Second, it shows the on-going obsession with grade inflation. This has been a crusading cause for the current edu-political regime, and now looks – how shall we put it? – pretty mean-minded given all the stress that the current crop of A-Level and GCSE students have been through.
Third, it shows total ignorance of the decisions schools had to take in the weeks leading up to lockdown. For some schools this included cancelling the mocks scheduled for March 2020. This means that students will now have to be judged presumably on an even earlier set of mocks (such is the endless cycle of exam preparation that most English state school students now have to endure). Only the most conscientious students will do well out of the government’s new grading option. At the risk of oversimplifying, middle-class girls will do OK. Boys of all backgrounds are less likely to do well, and could see their scores being several grades below what they would have achieved in conventional exam conditions. Private school students are, of course, likely to do better than state school students.

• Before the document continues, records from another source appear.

import { describe, expect, it } from "vitest";
import { type TimedRun, timesDifference } from "@/lib/compare/times/times-difference";
import { randomStream } from "@/lib/signal/random";
import { expectClose } from "../../support/expect-close";

const SETTINGS = { a: "A", b: "B", level: 0.95 };

function run(changes: Partial<TimedRun> & { seconds: number }, order: number): TimedRun {
  const { seconds, ...rest } = changes;
  return {
    ...{ id: `r${order}`, kind: "sprint", side: "A", leg: "out", order, roadDay: null },
    timesS: { "0-100": seconds },
    uncertaintiesS: { "0-100": 0.005 },
    fallEffectsS: {},
    fallUncertaintiesS: {},
    ...rest,
  };
}

describe("Difference of times", () => {
  it("is that of the leg means, whatever the fall does to each leg (closed form)", () => {
    // Side A out 6.9 and 6.7 back, B 0.2 s less, A twice out: the plain mean of A would be 6.833, the leg means' 6.8.
    const runs = [
      ["A", "out", 6.9],
      ["B", "out", 6.7],
      ["B", "back", 6.5],
      ["A", "back", 6.7],
      ["A", "out", 6.9],
    ].map(([side, leg, seconds], k) =>
      run({ side: String(side), leg: leg === "out" ? "out" : "back", seconds: Number(seconds) }, k + 1),
    );
    const got = timesDifference(runs, SETTINGS).times["0-100"];
    expectClose(got.a_s, 6.8, { abs: 1e-9 });
    expectClose(got.b_s, 6.6, { abs: 1e-9 });
    expectClose(got.difference_s, -0.2, { abs: 1e-9 });
    expect(got).toMatchObject({ n_a: 3, n_b: 2, legs_a: { out: 2, back: 1 }, legs_b: { out: 1, back: 1 } });
    // Nothing scatters, so what is left of a side's own ± are its instruments: twice 0.005 s.
    expectClose(got.a_half_width_s, 0.01, { abs: 1e-6 });
  });

  it("holds the true difference in about 95 % (300 campaigns of 4 + 4 with leg, drift and scatter)", () => {
    let inside = 0;
    for (let seed = 1; seed <= 300; seed++) {
      const random = randomStream(seed, 3);
      const runs = [..."ABBABAAB"].map((side, k) =>
        run(
          {
            side,
            leg: k % 2 === 0 ? "out" : "back",
            seconds:
              6.5 +
              (side === "B" ? -0.1 : 0) +
              (k % 2 === 0 ? 0.05 : -0.05) +
              0.005 * k +
              0.03 * random.nextNormal(),
          },
          k + 1,
        ),
      );
      const { difference_s, half_width_s } = timesDifference(runs, SETTINGS).times["0-100"];
      if (Math.abs(difference_s + 0.1) <= (half_width_s ?? 0)) inside++;
    }
    // Binomial with p 0.95 and n 300: 274 to 295 hold with 99.9 %.
    expect(inside).toBeGreaterThanOrEqual(272);
    expect(inside).toBeLessThanOrEqual(296);
  });

  it("keeps a roll-on of a pull and a sprint's apart", () => {
    const both = (side: string, kind: "pull" | "sprint", seconds: number, order: number) =>
      run({ side, kind, seconds, timesS: { "80-120": seconds } }, order);
    const { times } = timesDifference(
      [
        both("A", "pull", 4, 1),
        both("B", "pull", 3.9, 2),
        both("A", "sprint", 3.7, 3),
        both("B", "sprint", 3.5, 4),
      ],
      SETTINGS,
    );
    expectClose(times["80-120"].difference_s, -0.1, { abs: 1e-9 });
    expect(times["80-120"].kind).toBe("pull");
    expectClose(times["80-120 in a sprint"].difference_s, -0.2, { abs: 1e-9 });
    expect(times["80-120"].half_width_s).toBeNull();
  });

  const oneLeg = (falls: Partial<TimedRun>) =>
    timesDifference(
      [6.8, 6.6, 6.6, 6.8].map((seconds, k) => run({ side: "ABBA"[k], seconds, ...falls }, k + 1)),
      SETTINGS,
    );

  it("on one leg: warns, and the fall's effect and its uncertainty widen each side's ± (by hand)", () => {
    const { times, warnings } = oneLeg({
      fallEffectsS: { "0-100": -0.06 },
      fallUncertaintiesS: { "0-100": 0.02 },
    });
    expect(warnings.map((warning) => warning.code)).toEqual(["sprints_one_leg", "sprints_one_leg"]);
    expect(warnings[0].message).toContain("the fall's effect and its uncertainty are in its ±");
    // Nothing scatters: twice 0.005 s of instruments, 0.06 s of fall and twice 0.02 s of its uncertainty, √(0.0001 + 0.0036 + 0.0016).
    expectClose(times["0-100"].a_half_width_s, Math.sqrt(0.0053), { abs: 1e-6 });
    expectClose(times["0-100"].b_half_width_s, Math.sqrt(0.0053), { abs: 1e-6 });
    expectClose(times["0-100"].difference_s, -0.2, { abs: 1e-9 });
  });

  it("on one leg with a fall that is level by a poor altitude: the uncertainty alone widens it", () => {
    const { times } = oneLeg({ fallEffectsS: { "0-100": 0 }, fallUncertaintiesS: { "0-100": 0.05 } });
    expectClose(times["0-100"].a_half_width_s, Math.hypot(0.01, 0.1), { abs: 1e-6 });
  });

  it("on one leg without a known fall: states no ± of a side's own time, and does not say that the fall is in it", () => {
    for (const falls of [{}, { fallEffectsS: { "0-100": -0.06 } }]) {
      const { times, warnings } = oneLeg(falls);
      expect(times["0-100"]).toMatchObject({ a_half_width_s: null, b_half_width_s: null });
      expect(times["0-100"].half_width_s).not.toBeNull();
      expect(warnings[0].message).toContain("is not known, so no ± of the side's own is stated there");
      expect(warnings[0].message).not.toContain("in its ±");
    }
  });

  it("claims nothing when the side goes hand in hand with the leg", () => {
    const runs = [6.8, 6.6, 6.8, 6.6, 6.81, 6.61].map((seconds, k) =>
      run({ side: k % 2 ? "B" : "A", leg: k % 2 ? "back" : "out", seconds }, k + 1),
    );
    expect(timesDifference(runs, SETTINGS).times["0-100"].half_width_s).toBeNull();
  });
});
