import { describe, expect, test } from "vitest";
import { plottedGrid, valuesAt } from "@/lib/compare/plotted-grid";
import type { CampaignResult } from "@/lib/measure/types";

describe("values of a curve on another grid", () => {
  test("are exact at its own points, straight between two, and gaps stay gaps", () => {
    const rpm = [1000, 2000, 3000, 4000];
    expect(valuesAt([1000, 1500, 2000, 2500, 3500, 4000], rpm, [10, 20, null, 40])).toEqual([
      10,
      15,
      20,
      null,
      null,
      40,
    ]);
  });

  test("are never extrapolated, and an empty curve has none", () => {
    expect(valuesAt([500, 1000, 4500], [1000, 4000], [1, 4])).toEqual([null, 1, null]);
    expect(valuesAt([1000], [], [])).toEqual([null]);
    expect(valuesAt([], [1000], [1])).toEqual([]);
  });
});

const side = (nm: number[], basis: "day" | "reference" = "day") => ({
  n: 3,
  basis,
  rpm: [3000, 6000],
  engine_kw: nm.map((value, i) => (value * [3000, 6000][i] * 2 * Math.PI) / 60_000),
  engine_nm: nm,
  peak: null,
});

const RESULT: CampaignResult = {
  analysis_version: "1",
  runs: [
    {
      id: "1",
      usable: true,
      reasons: [],
      notes: [],
      curve: {
        rpm: [3000, 6000],
        tractive_kw: [null, null],
        wheel_kw: [null, null],
        engine_kw: [90, 180],
        engine_nm: [290, 291],
        engine_kw_reference: [95, 190],
        engine_nm_reference: [300, 301],
      },
    },
    { id: "2", usable: false, reasons: [{ code: "x", message: "y" }], notes: [] },
  ],
  sides: { A: side([300, 300]), B: side([303, 294]) },
  delta: {
    quantity: "engine_nm",
    basis: "day",
    rpm: [3000, 6000],
    pct: [1, -2],
    low_pct: [0.5, null],
    high_pct: [1.5, null],
    abs_nm: [3, -6],
    level: 0.95,
    simultaneous: true,
    method: "m",
    regions: [{ from_rpm: 3000, to_rpm: 3000, verdict: "gain" }],
    resolvable_pct: [0.5, null],
    drift_pct_per_run: null,
    twins: [],
  },
};

describe("the plotted grid", () => {
  test("gives the difference in percent, torque and power, whose band has the same share of A", () => {
    const grid = plottedGrid(RESULT, () => "A");
    expect(grid?.rpm).toEqual([3000, 6000]);
    expect(grid?.nm.low).toEqual([1.5, null]);
    // 3 N·m at 3000 per minute: 3 × 2π × 3000/60 W = 942.48 W; closed form, P = M ω.
    expect(grid?.kw.delta[0]).toBeCloseTo(0.94247779607, 9);
    expect(grid?.kw.delta[1]).toBeCloseTo(-3.76991118431, 9);
    expect(grid?.kw.high[0]).toBeCloseTo(1.41371669412, 9);
    expect(grid?.kw.high[1]).toBeNull();
  });

  test("draws the single runs on the basis of the sides, and only those that count", () => {
    expect(plottedGrid(RESULT, (id) => (id === "1" ? "A" : null))?.a.runsNm).toEqual([[290, 291]]);
    expect(plottedGrid(RESULT, () => "B")?.a.runsNm).toEqual([]);
    const sides = { A: side([300, 300], "reference"), B: side([303, 294], "reference") };
    const onReference = plottedGrid({ ...RESULT, sides, delta: null }, () => "A");
    expect(onReference?.a.runsNm).toEqual([[300, 301]]);
    expect(onReference?.pct.delta).toEqual([null, null]);
  });

  test("is absent where neither side has a curve, and changes nothing that it was given", () => {
    expect(plottedGrid({ ...RESULT, sides: {}, delta: null }, () => "A")).toBeNull();
    const frozen = structuredClone(RESULT);
    plottedGrid(RESULT, () => "A");
    expect(RESULT).toEqual(frozen);
  });
});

But that doesn’t mean that the annual exam hall ritual is some kind of guarantee of impartiality. Far from it. You have the same issues of norm referencing, meaning that around 30 per cent of students will automatically fail. There are claims of erratic marking at both GCSE and A-level. And let’s not forget the students who freak out in exams, and don’t do their best. There’s plenty of them.
But most of all, the narrow, academic exams so beloved of this government tell you so little about what young people are capable of. There is no correlation between your exam scores and how well you do in a particular job. More and more companies are ignoring qualifications and setting their own tests and requirements, geared more specifically to the skills and knowledge they need. Yet such is the manipulative nature of the education system these days – driven by an inspection system still largely about results – that students are constantly told that GCSEs and A-levels will determine their whole lives. As universities face fewer foreign students and many more places to fill, this is an even bigger lie than ever.
It’s time to look at the many alternatives out there: credentialing, for example, being rolled out by some private schools in the US through the ‘mastery transcript’ scheme; the broader qualification at 18 that Sir Mike Tomlinson came up with fifteen years ago, giving a richer picture of what students are capable of, and nurturing the skills and knowledge they will need for the huge challenges that lie ahead; and ditching high stakes exams at 16 because… well, what’s the point of them? No wonder so many countries don’t have exams at both 16 and 18.
As soon as Gavin Williamson starts talking about the ‘gold standard’ of GCSEs and A-levels, something may need to be thrown at the telly. Open-minded politicians, please actually open your minds to the alternatives to the mind-shrinking education system we are currently stuck with. It’s time to mothball exam factories for good.